Data for this task:
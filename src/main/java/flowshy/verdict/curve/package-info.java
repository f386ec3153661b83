/** A device's answer in steps fine enough to be drawn: what a chart and the table behind it share. */
package flowshy.verdict.curve;
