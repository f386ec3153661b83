package flowshy.verdict.curve;

import flowshy.response.Response;
import flowshy.verdict.Band;
import flowshy.verdict.BandsAnswer;
import flowshy.verdict.DeviceFacts.Swing;
import flowshy.verdict.ReadingBand;
import java.util.ArrayList;
import java.util.List;
import java.util.TreeSet;
import org.hipparchus.util.FastMath;

/**
 * A device over its band in fine steps, closer about the resonance; every edge of a band and every extreme is a point.
 *
 * @param points rising in frequency, both ends of the band included
 */
public record DeviceCurve(List<CurvePoint> points) {
    private static final double POINTS_A_DECADE = 80.0;
    private static final int LEAST_POINTS = 60;

    /** Steps about a resonance, in half widths, to each side. */
    private static final int RESONANCE_STEPS = 16;

    /** Quality above which the even steps miss a peak's shape. */
    private static final double SHARP = 3.0;

    /** Frequencies nearer than this, relative, count as one. */
    private static final double SAME = 1e-9;

    /** Copies the list. */
    public DeviceCurve {
        points = List.copyOf(points);
    }

    /**
     * The curve of an answer.
     *
     * @param answer of a device over its band
     * @return the curve
     */
    public static DeviceCurve of(BandsAnswer answer) {
        Response response = new Response(answer.device());
        List<CurvePoint> points = new ArrayList<>();
        for (double frequency : frequencies(answer)) {
            points.add(new CurvePoint(response.at(frequency), TorqueParts.at(response, frequency)));
        }
        return new DeviceCurve(points);
    }

    private static List<Double> frequencies(BandsAnswer answer) {
        Band band = answer.band();
        int count = (int) FastMath.ceil(POINTS_A_DECADE * FastMath.log10(band.to() / band.from()));
        TreeSet<Double> all = new TreeSet<>(band.even(FastMath.max(LEAST_POINTS, count) + 1));
        answer.bands().stream().skip(1).map(ReadingBand::from).forEach(all::add);
        answer.least().ifPresent(extreme -> all.add(extreme.frequency()));
        answer.largest().ifPresent(extreme -> all.add(extreme.frequency()));
        answer.facts().medium().ifPresent(swing -> all.addAll(about(swing)));
        List<Double> apart = new ArrayList<>();
        for (double frequency : all.subSet(band.from(), true, band.to(), true)) {
            if (apart.isEmpty() || frequency > apart.get(apart.size() - 1) * (1.0 + SAME)) {
                apart.add(frequency);
            }
        }
        if (apart.get(apart.size() - 1) < band.to()) { // the end itself, not what lies just below
            apart.set(apart.size() - 1, band.to());
        }
        return apart;
    }

    private static List<Double> about(Swing swing) {
        List<Double> frequencies = new ArrayList<>(List.of(swing.resonance()));
        double quality = swing.decay().quality();
        for (int n = 1; quality > SHARP && n <= RESONANCE_STEPS; n++) {
            // half a width of the peak is the resonance over twice the quality
            double aside = 0.3 * n * swing.resonance() / (2.0 * quality);
            frequencies.add(swing.resonance() - aside);
            frequencies.add(swing.resonance() + aside);
        }
        frequencies.removeIf(frequency -> !(frequency > 0.0));
        return frequencies;
    }
}
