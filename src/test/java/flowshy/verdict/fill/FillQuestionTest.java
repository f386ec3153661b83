package flowshy.verdict.fill;

import static org.assertj.core.api.Assertions.assertThat;
import static org.assertj.core.api.Assertions.within;

import flowshy.hair.Cylinder;
import flowshy.hair.Hair;
import flowshy.medium.Media;
import flowshy.medium.Medium;
import flowshy.medium.MediumQuery;
import flowshy.response.Attitude;
import flowshy.response.Device;
import flowshy.response.Suspension;
import flowshy.stream.cover.Covers;
import flowshy.verdict.Acceptance;
import flowshy.verdict.Band;
import flowshy.verdict.BandsQuestion;
import java.util.List;
import java.util.Optional;
import java.util.OptionalDouble;
import org.junit.jupiter.api.Test;

class FillQuestionTest {
    private static final Band BAND = new Band(20.0, 300.0);
    private static final Medium NITROGEN = Media.at(MediumQuery.of("nitrogen", 293.15, 101325.0));

    private static Device device(double density) {
        return new Device(
                new Hair(new Cylinder(7e-4, 4e-5), density, OptionalDouble.empty()),
                Optional.of(new Suspension(4e-9, 2e-13, 0.0, 0.0, Attitude.HANGING, OptionalDouble.empty())),
                NITROGEN,
                Covers.OPEN,
                NITROGEN);
    }

    private static List<FillRow> rows(Device device, double temperature) {
        return new FillQuestion(device, BAND, Acceptance.NONE, 80.0, Fill.known(temperature, 101325.0))
                .answer()
                .rows();
    }

    private static FillRow row(List<FillRow> rows, String fill, boolean sealed) {
        return rows.stream()
                .filter(row -> row.fill().equals(fill) && row.cover().closed() == sealed)
                .findFirst()
                .orElseThrow();
    }

    @Test
    void everyKnownMediumStandsInTheTableTwice() {
        List<FillRow> rows = rows(device(1200.0), 293.15);
        assertThat(rows).hasSize(2 * Fill.known(293.15, 101325.0).size()).hasSizeGreaterThan(50);
    }

    /** The study's own fluid must give the study's own figures. */
    @Test
    void theStudysOwnFluidChangesNothing() {
        FillRow own = row(rows(device(1200.0), 293.15), "nitrogen", false);
        double least = new BandsQuestion(device(1200.0), BAND, Acceptance.NONE)
                .answer()
                .least()
                .orElseThrow()
                .rejection();
        assertThat(own.rejection()).isCloseTo(least, within(1e-9));
        assertThat(own.sensitivity()).isCloseTo(1.0, within(1e-12));
        assertThat(own.excluded()).isEmpty();
    }

    @Test
    void sortsWhatNothingSpeaksAgainstByRejection() {
        List<FillRow> good = rows(device(1200.0), 293.15).stream()
                .filter(row -> row.excluded().isEmpty() && row.medium().isPresent())
                .toList();
        assertThat(good).hasSizeGreaterThan(10);
        for (int i = 1; i < good.size(); i++) {
            assertThat(good.get(i).rejection())
                    .isLessThanOrEqualTo(good.get(i - 1).rejection());
        }
        assertThat(good.get(0).rejection()).isInfinite();
        assertThat(row(good, "hydrogen", false).rejection())
                .isGreaterThan(row(good, "argon", false).rejection());
    }

    @Test
    void saysWhatSpeaksAgainstAFluid() {
        List<FillRow> rows = rows(device(998.2), 293.15);
        assertThat(row(rows, "water", true).excluded())
                .anySatisfy(why -> assertThat(why).contains("one density"));
        assertThat(rows)
                .filteredOn(row -> row.fill().startsWith("silicone oil 1000"))
                .isNotEmpty()
                .allSatisfy(row -> assertThat(row.excluded())
                        .anySatisfy(why -> assertThat(why).contains("overdamped")));
        List<FillRow> cold = rows(device(1200.0), 263.15);
        assertThat(row(cold, "water", false).excluded())
                .anySatisfy(why -> assertThat(why).contains("freezes"));
        List<FillRow> thin = new FillQuestion(device(1200.0), BAND, Acceptance.NONE, 80.0, Fill.known(353.15, 20000.0))
                .answer()
                .rows();
        assertThat(row(thin, "water", false).excluded())
                .anySatisfy(why -> assertThat(why).contains("boils"));
    }

    /** An open hair in a liquid of its own density still feels the flow; sealed it feels nothing, so the noise has no bound. */
    @Test
    void liquidsLowerResonanceAndSensitivityWhenSealed() {
        List<FillRow> rows = rows(device(1200.0), 293.15);
        FillRow water = row(rows, "water", true);
        assertThat(water.resonance().orElseThrow())
                .isLessThan(0.7 * row(rows, "helium", true).resonance().orElseThrow());
        assertThat(water.sensitivity()).isLessThan(0.4);
        assertThat(row(rows, "silicone oil 10 cSt", true).fromMemory()).isTrue();
    }
}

What this task involves: Give back the data exactly, with no line dropped.

Response:
filename src/main/java/flowshy/verdict/curve/package-info.java
repository f386ec3153661b83
/** A device's answer in steps fine enough to be drawn: what a chart and the table behind it share. */
package flowshy.verdict.curve;
repository f386ec3153661b83
package flowshy.verdict.curve;

import flowshy.response.Response;
import flowshy.verdict.Band;
import flowshy.verdict.BandsAnswer;
import flowshy.verdict.DeviceFacts.Swing;
import flowshy.verdict.ReadingBand;
import java.util.ArrayList;
import java.util.List;
import java.util.TreeSet;
import org.hipparchus.util.FastMath;

/**
 * A device over its band in fine steps, closer about the resonance; every edge of a band and every extreme is a point.
 *
 * @param points rising in frequency, both ends of the band included
 */
public record DeviceCurve(List<CurvePoint> points) {
    private static final double POINTS_A_DECADE = 80.0;
    private static final int LEAST_POINTS = 60;

    /** Steps about a resonance, in half widths, to each side. */
    private static final int RESONANCE_STEPS = 16;

    /** Quality above which the even steps miss a peak's shape. */
    private static final double SHARP = 3.0;

    /** Frequencies nearer than this, relative, count as one. */
    private static final double SAME = 1e-9;

    /** Copies the list. */
    public DeviceCurve {
        points = List.copyOf(points);
    }

    /**
     * The curve of an answer.
     *
     * @param answer of a device over its band
     * @return the curve
     */
    public static DeviceCurve of(BandsAnswer answer) {
        Response response = new Response(answer.device());
        List<CurvePoint> points = new ArrayList<>();
        for (double frequency : frequencies(answer)) {
            points.add(new CurvePoint(response.at(frequency), TorqueParts.at(response, frequency)));
        }
        return new DeviceCurve(points);
    }

    private static List<Double> frequencies(BandsAnswer answer) {
        Band band = answer.band();
        int count = (int) FastMath.ceil(POINTS_A_DECADE * FastMath.log10(band.to() / band.from()));
        TreeSet<Double> all = new TreeSet<>(band.even(FastMath.max(LEAST_POINTS, count) + 1));
        answer.bands().stream().skip(1).map(ReadingBand::from).forEach(all::add);
        answer.least().ifPresent(extreme -> all.add(extreme.frequency()));
        answer.largest().ifPresent(extreme -> all.add(extreme.frequency()));
        answer.facts().medium().ifPresent(swing -> all.addAll(about(swing)));
        List<Double> apart = new ArrayList<>();
        for (double frequency : all.subSet(band.from(), true, band.to(), true)) {
            if (apart.isEmpty() || frequency > apart.get(apart.size() - 1) * (1.0 + SAME)) {
                apart.add(frequency);
            }
        }
        if (apart.get(apart.size() - 1) < band.to()) { // the end itself, not what lies just below
            apart.set(apart.size() - 1, band.to());
        }
        return apart;
    }

    private static List<Double> about(Swing swing) {
        List<Double> frequencies = new ArrayList<>(List.of(swing.resonance()));
        double quality = swing.decay().quality();
        for (int n = 1; quality > SHARP && n <= RESONANCE_STEPS; n++) {
            // half a width of the peak is the resonance over twice the quality
            double aside = 0.3 * n * swing.resonance() / (2.0 * quality);
            frequencies.add(swing.resonance() - aside);
            frequencies.add(swing.resonance() + aside);
        }
        frequencies.removeIf(frequency -> !(frequency > 0.0));
        return frequencies;
    }
}
filename src/test/java/flowshy/verdict/fill/FillQuestionTest.java
repository f386ec3153661b83
package flowshy.verdict.fill;

import static org.assertj.core.api.Assertions.assertThat;
import static org.assertj.core.api.Assertions.within;

import flowshy.hair.Cylinder;
import flowshy.hair.Hair;
import flowshy.medium.Media;
import flowshy.medium.Medium;
import flowshy.medium.MediumQuery;
import flowshy.response.Attitude;
import flowshy.response.Device;
import flowshy.response.Suspension;
import flowshy.stream.cover.Covers;
import flowshy.verdict.Acceptance;
import flowshy.verdict.Band;
import flowshy.verdict.BandsQuestion;
import java.util.List;
import java.util.Optional;
import java.util.OptionalDouble;
import org.junit.jupiter.api.Test;

class FillQuestionTest {
    private static final Band BAND = new Band(20.0, 300.0);
    private static final Medium NITROGEN = Media.at(MediumQuery.of("nitrogen", 293.15, 101325.0));

    private static Device device(double density) {
        return new Device(
                new Hair(new Cylinder(7e-4, 4e-5), density, OptionalDouble.empty()),
                Optional.of(new Suspension(4e-9, 2e-13, 0.0, 0.0, Attitude.HANGING, OptionalDouble.empty())),
                NITROGEN,
                Covers.OPEN,
                NITROGEN);
    }

    private static List<FillRow> rows(Device device, double temperature) {
        return new FillQuestion(device, BAND, Acceptance.NONE, 80.0, Fill.known(temperature, 101325.0))
                .answer()
                .rows();
    }

    private static FillRow row(List<FillRow> rows, String fill, boolean sealed) {
        return rows.stream()
                .filter(row -> row.fill().equals(fill) && row.cover().closed() == sealed)
                .findFirst()
                .orElseThrow();
    }

    @Test
    void everyKnownMediumStandsInTheTableTwice() {
        List<FillRow> rows = rows(device(1200.0), 293.15);
        assertThat(rows).hasSize(2 * Fill.known(293.15, 101325.0).size()).hasSizeGreaterThan(50);
    }

    /** The study's own fluid must give the study's own figures. */
    @Test
    void theStudysOwnFluidChangesNothing() {
        FillRow own = row(rows(device(1200.0), 293.15), "nitrogen", false);
        double least = new BandsQuestion(device(1200.0), BAND, Acceptance.NONE)
                .answer()
                .least()
                .orElseThrow()
                .rejection();
        assertThat(own.rejection()).isCloseTo(least, within(1e-9));
        assertThat(own.sensitivity()).isCloseTo(1.0, within(1e-12));
        assertThat(own.excluded()).isEmpty();
    }

    @Test
    void sortsWhatNothingSpeaksAgainstByRejection() {
        List<FillRow> good = rows(device(1200.0), 293.15).stream()
                .filter(row -> row.excluded().isEmpty() && row.medium().isPresent())
                .toList();
        assertThat(good).hasSizeGreaterThan(10);
        for (int i = 1; i < good.size(); i++) {
            assertThat(good.get(i).rejection())
                    .isLessThanOrEqualTo(good.get(i - 1).rejection());
        }
        assertThat(good.get(0).rejection()).isInfinite();
        assertThat(row(good, "hydrogen", false).rejection())
                .isGreaterThan(row(good, "argon", false).rejection());
    }

    @Test
    void saysWhatSpeaksAgainstAFluid() {
        List<FillRow> rows = rows(device(998.2), 293.15);
        assertThat(row(rows, "water", true).excluded())
                .anySatisfy(why -> assertThat(why).contains("one density"));
        assertThat(rows)
                .filteredOn(row -> row.fill().startsWith("silicone oil 1000"))
                .isNotEmpty()
                .allSatisfy(row -> assertThat(row.excluded())
                        .anySatisfy(why -> assertThat(why).contains("overdamped")));
        List<FillRow> cold = rows(device(1200.0), 263.15);
        assertThat(row(cold, "water", false).excluded())
                .anySatisfy(why -> assertThat(why).contains("freezes"));
        List<FillRow> thin = new FillQuestion(device(1200.0), BAND, Acceptance.NONE, 80.0, Fill.known(353.15, 20000.0))
                .answer()
                .rows();
        assertThat(row(thin, "water", false).excluded())
                .anySatisfy(why -> assertThat(why).contains("boils"));
    }

    /** An open hair in a liquid of its own density still feels the flow; sealed it feels nothing, so the noise has no bound. */
    @Test
    void liquidsLowerResonanceAndSensitivityWhenSealed() {
        List<FillRow> rows = rows(device(1200.0), 293.15);
        FillRow water = row(rows, "water", true);
        assertThat(water.resonance().orElseThrow())
                .isLessThan(0.7 * row(rows, "helium", true).resonance().orElseThrow());
        assertThat(water.sensitivity()).isLessThan(0.4);
        assertThat(row(rows, "silicone oil 10 cSt", true).fromMemory()).isTrue();
    }
}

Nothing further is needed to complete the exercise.